Move Fast and Test in Kubernetes without Breaking Things
Continuous integration and continuous delivery (CI/CD) in application development is an approach that enables developers to make code changes rapidly and reliably, accelerating development lifecycles and getting new applications to market faster. But the underlying assumption is that developers can test on data at different stages of the pipeline.
Herein lies the rub: Historically, fear and risk have prevented development teams from integrating production databases into the development process. Why are they afraid? There are three valid reasons:
- Static schemas. Databases have traditionally featured snowflake schemas, with data residing outside the application clusters. Performance and data integrity are key issues, and snowflakes often undergo manual changes, which can lead to increased risk.
- Automation gaps. For many databases, automation is lacking because it’s not built into the CI/CD pipeline early, and testing may happen with synthetic or stale data.
- Silo mentality. Even with the DevOps shift helping developers and operations to work together, it’s still common for database engineers to operate in a silo, away from developers.
Adding to these concerns is the increased risk of data corruption. Clearly, it’s not a good idea to test on production data and run the risk of corrupting data in your production environment. So, how do you increase your agility and accelerate development by bringing databases into your cloud native environment without the risk?
Some Best Practices for Getting Started
To benefit from the added agility of having your database in your cloud native environment, you need to begin with a source control system that is tightly integrated with the application code your database is serving. Your application repository should include all schema changes, upgrade tools and modifications to your source code. Additionally, your database infrastructure must be expressed as code in the same application repository.
Finally, automated testing is key. Be sure to build automation not just into the CI/CD pipeline, but as early as possible.
Why Use Kubernetes?
While these best practices apply across various development environments, Kubernetes offers a number of critical advantages that can increase your team’s agility and performance:
- Good DevOps hygiene. Eventually, developers will move away from using snowflakes in infrastructure, and the fact that expressing configurations and infrastructure as code will make automation and testing simple and reliable.
- Testing at scale. In a large-scale testing environment, developers can work on individual copies of databases, which reduces costs and boosts performance.
- Universal control plane. Over the long term, it doesn’t make sense to have one control plane for your database services and a separate one for the stateless components of your application. Combining these within Kubernetes provides greater efficiency.
Bringing your database into your cloud native development environment makes it easier to deliver better value to the end customer, and do so faster, with automated testing at every stage of the development lifecycle. More importantly, it will lead to a higher degree of confidence and better engineering agility.
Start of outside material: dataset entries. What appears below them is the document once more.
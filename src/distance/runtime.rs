//! How long will an envelope run take? A quick measurement before the long
//! work, and what faster settings would cost.
//!
//! # Description
//! The K, L and g curves visit every pair of events within the largest
//! distance (plus the kernel half-width for g), so their time grows with
//! the number of such pairs, which for n events is about n²·πr²/(2·area):
//! at 200,000 events in 200 km² and the default largest distance of
//! 2.5 km that is about two billion pairs. [`estimate_envelope_cost`]
//! 1. counts the pairs of the events without visiting them
//!    ([`GridIndex::estimate_pairs_within`], O(cells));
//! 2. times the same computation (same study area, distances and
//!    correction) on a seeded random subsample of at most
//!    [`PROBE_EVENTS`] events and on a third of them, and on as many
//!    simulated (uniform) events, each after one untimed run, keeping the
//!    shortest of at least 3 repeats that take [`PROBE_MIN_MS`] together;
//! 3. scales by work: time = a·events + b·pairs, a and b solved from the
//!    two sizes (pairs grow as the square of the events, so the two
//!    separate); when noise makes either negative, one cost per
//!    event-or-pair from the larger size. The pairs of one simulation
//!    n(n − 1)/(m(m − 1)) times those of the m simulated events (exact in
//!    expectation under complete spatial randomness). G, F and J do not
//!    visit pairs: their time is scaled by the number of events.
//!
//! One run then takes one observed curve plus n_sim simulated ones shared
//! by the workers. The faster settings offered are fewer simulations (99,
//! 39), a largest distance chosen so that the run takes about
//! [`FAST_RUN_MS`] (rounded down to 1, 2 or 5 times a power of ten), and
//! for K and L the border correction (timed on the same subsamples).
//!
//! # Notes
//! The clock is passed in (milliseconds, e.g. `performance.now()` in the
//! page), so the core does no I/O and tests can use a fake clock. The
//! estimate is rough (within a factor of about two in our measurements,
//! see README); it is for choosing settings, not a promise.

use super::csr::stream_rng;
use super::edge::Correction;
use super::envelope::{EnvelopeOptions, SummaryFunction};
use super::functions::{checked_region, default_bandwidth, default_r_max, Context};
use crate::error::AnalysisError;
use crate::index::GridIndex;
use crate::rng::rng_from_seed;
use crate::study::Pattern;
use crate::window::Window;
use rand::RngExt;
use serde::Serialize;

/// Events in the timed subsample (fewer when there are fewer events).
pub const PROBE_EVENTS: usize = 3000;
/// Each timing repeats the computation (at least 3 times) until this many
/// milliseconds passed (at most [`PROBE_MAX_REPEATS`] times) and keeps the
/// shortest.
pub const PROBE_MIN_MS: f64 = 25.0;
pub const PROBE_MAX_REPEATS: usize = 8;
/// The largest distance offered as faster aims at a run of about this long.
pub const FAST_RUN_MS: f64 = 10_000.0;

/// A faster setting and what the run would take with it (the other
/// settings unchanged).
#[derive(Debug, Clone, Serialize)]
pub struct FasterSetting {
    /// `"n_sim"`, `"r_max_m"` or `"correction"`.
    pub option: String,
    /// The new value: a number for `n_sim` and `r_max_m`, else null.
    pub number: Option<f64>,
    /// The new value for `correction`, else null.
    pub choice: Option<String>,
    /// In words, e.g. "39 simulations".
    pub label: String,
    pub curve_ms: f64,
    pub run_ms: f64,
}

/// The estimated time of an envelope run.
#[derive(Debug, Clone, Serialize)]
pub struct EnvelopeCost {
    pub events: usize,
    pub n_sim: usize,
    pub workers: usize,
    pub r_max_m: f64,
    pub r_max_rule: String,
    /// Estimated pairs of events within reach (0 for G, F and J).
    pub pairs: f64,
    /// Expected pairs within reach of one simulated pattern.
    pub simulated_pairs: f64,
    /// The observed curve, ms.
    pub curve_ms: f64,
    /// One simulated curve, ms.
    pub simulation_ms: f64,
    /// The whole run: curve + n_sim × simulation / workers, ms.
    pub run_ms: f64,
    /// Events in the timed subsample.
    pub probe_events: usize,
    /// Time the measurement itself took, ms.
    pub probe_ms: f64,
    pub faster: Vec<FasterSetting>,
}

/// Time of a curve as `per_event`·events + `per_pair`·pairs, ms.
#[derive(Debug, Clone, Copy, PartialEq)]
pub(crate) struct Cost {
    pub per_event: f64,
    pub per_pair: f64,
}

impl Cost {
    fn of(&self, events: f64, pairs: f64) -> f64 {
        self.per_event * events + self.per_pair * pairs
    }

    /// The cost that gives times `t1` for (events `n1`, pairs `p1`) and
    /// `t2` for (`n2`, `p2`) (two equations, two unknowns); when the
    /// solution is not two non-negative finite numbers (noise, or pairs
    /// that do not grow faster than events), one cost per event-or-pair
    /// from the larger measurement.
    pub(crate) fn fit(n1: f64, p1: f64, t1: f64, n2: f64, p2: f64, t2: f64) -> Cost {
        let det = n1 * p2 - n2 * p1;
        let a = (t1 * p2 - t2 * p1) / det;
        let b = (n1 * t2 - n2 * t1) / det;
        if a.is_finite() && b.is_finite() && a >= 0.0 && b >= 0.0 && det.abs() > 0.0 {
            Cost {
                per_event: a,
                per_pair: b,
            }
        } else {
            let u = t2 / (n2 + p2).max(1.0);
            Cost {
                per_event: u,
                per_pair: u,
            }
        }
    }
}

/// The costs of the observed and of a simulated curve, for one correction.
struct UnitCost {
    observed: Cost,
    simulated: Cost,
}

/// Shortest time of `f` over at least 3 repeats that together take
/// [`PROBE_MIN_MS`] (at most [`PROBE_MAX_REPEATS`]), after one untimed run
/// (the engine's code warms up on its first runs). The shortest, not the
/// mean: on a busy machine other work only ever adds time.
fn timed(clock: &mut dyn FnMut() -> f64, mut f: impl FnMut()) -> f64 {
    f();
    let mut last = clock();
    let (mut best, mut total, mut reps) = (f64::INFINITY, 0.0, 0);
    loop {
        f();
        let now = clock();
        let dt = (now - last).max(0.0);
        last = now;
        best = best.min(dt);
        total += dt;
        reps += 1;
        if (total >= PROBE_MIN_MS && reps >= 3) || reps >= PROBE_MAX_REPEATS {
            return best;
        }
    }
}

/// `x` rounded down to 1, 2 or 5 times a power of ten.
fn nice_floor(x: f64) -> f64 {
    let p = 10f64.powf(x.log10().floor());
    let m = x / p;
    let f = if m >= 5.0 {
        5.0
    } else if m >= 2.0 {
        2.0
    } else {
        1.0
    };
    f * p
}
A faster iteration process will enable better and faster deployments and the ability to catch potential issues before they affect your production environment.
The Keys to Successful Database Integration
To get to an ideal state of database integration, you must integrate against different layers in the stack, including your storage, database and applications.
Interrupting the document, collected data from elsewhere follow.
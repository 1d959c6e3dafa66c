// How long does the relative-risk surface take at the size the page aims
// for? 5,000 cases and 20,000 controls (seeded, invented, from
// bench/relrisk-data.mjs: a 20 km square, so the grid is 256 × 256),
// 256 cells on the longer side, 99 random
// labellings; times the start (bandwidth choice, observed surface), the
// labellings and the finish (contours, verdict) for each bandwidth method,
// one JSON line each. Runs the Node build (dist/node, release wasm) on one
// thread, as the page's worker does.
// Usage: node bench/relrisk.mjs [cases] [controls] [n_sim] [cells]
// Never run from the tests.
import { createRequire } from 'node:module';
import { casesCsv, controlsCsv } from './relrisk-data.mjs';

const require = createRequire(import.meta.url);
const { Session } = require('../dist/node/cloister.js');

const [nc, n0, nSim, cells] = process.argv.slice(2).map(Number);
const cases = nc || 5000;
const controls = n0 || 20000;
const n_sim = nSim || 99;
const s = new Session();
s.loadEvents(new TextEncoder().encode(casesCsv(cases)), {});
s.setAreaFallback('bounding_box');
s.loadControls(new TextEncoder().encode(controlsCsv(controls)), {});
for (const method of ['pooled_rule', 'likelihood_cv']) {
  const params = { method, n_sim, seed: 1, cells: cells || 256 };
  let t = performance.now();
  const st = s.riskSurfaceStart(params);
  const startMs = performance.now() - t;
  t = performance.now();
  let done = 0;
  while (done < st.total) done = s.riskSurfaceStep(10);
  const simMs = performance.now() - t;
  t = performance.now();
  const r = s.riskSurfaceFinish();
  const finishMs = performance.now() - t;
  console.log(JSON.stringify({
    cases, controls, n_sim, grid: `${r.nx}x${r.ny}`, method, bandwidth_m: Math.round(r.bandwidth_m),
    start_ms: Math.round(startMs), labellings_ms: Math.round(simMs), finish_ms: Math.round(finishMs),
    total_s: +((startMs + simMs + finishMs) / 1000).toFixed(2), global_p: r.t_p_value, raised_places: r.raised_regions.length,
  }));
}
First, you may need to combine storage volumes using volume-level storage APIs for efficiency. This will enable your developers to grab a snapshot and move it to their desktops for testing. Next, database integration is important for consistent data capture and data stores. You might want to create hooks into your NoSQL system or relational database, or create your database before you take a volume-level snapshot.
At the application level, you might be using multiple best-of-breed data services within a single application, such as Mongo or Redis. Such polyglot persistence in microservice-based applications requires app-level coordination, as does data masking, to protect sensitive data.
Essentially, these challenges relate to data mobility. To extract data from various sources in a consistent manner, you need the application context, particularly when you’re doing advanced operations such as data masking and encryption, prior to moving it into the test/dev environment.
Tackling Data Mobility Challenges with Kanister
When using data mobility to improve your CI/CD pipeline, it’s important to consider the data at different layers in your application stack. In many instances, you must perform operations on multiple layers of your application at once, as well as interact with Kubernetes itself. Kasten by Veeam developed Kanister to address these data mobility challenges and enable organizations to test safely with real data.
Kanister, an open source project, provides a Kubernetes-native framework for application-level data management that supports complex data management workflows. Domain experts can capture application-specific data management tasks in blueprints, which can be easily shared and extended, eliminating many of the tedious details around execution on Kubernetes.
Kanister is easy to integrate with your CI/CD pipeline, because it uses Kubernetes API extensions called custom resources. You can easily extend Kanister to work with custom applications as well as several common cloud native databases, simplifying and streamlining testing operations while reducing risk.
Kanister is available as an open source project at github.com/kanisterio/kanister.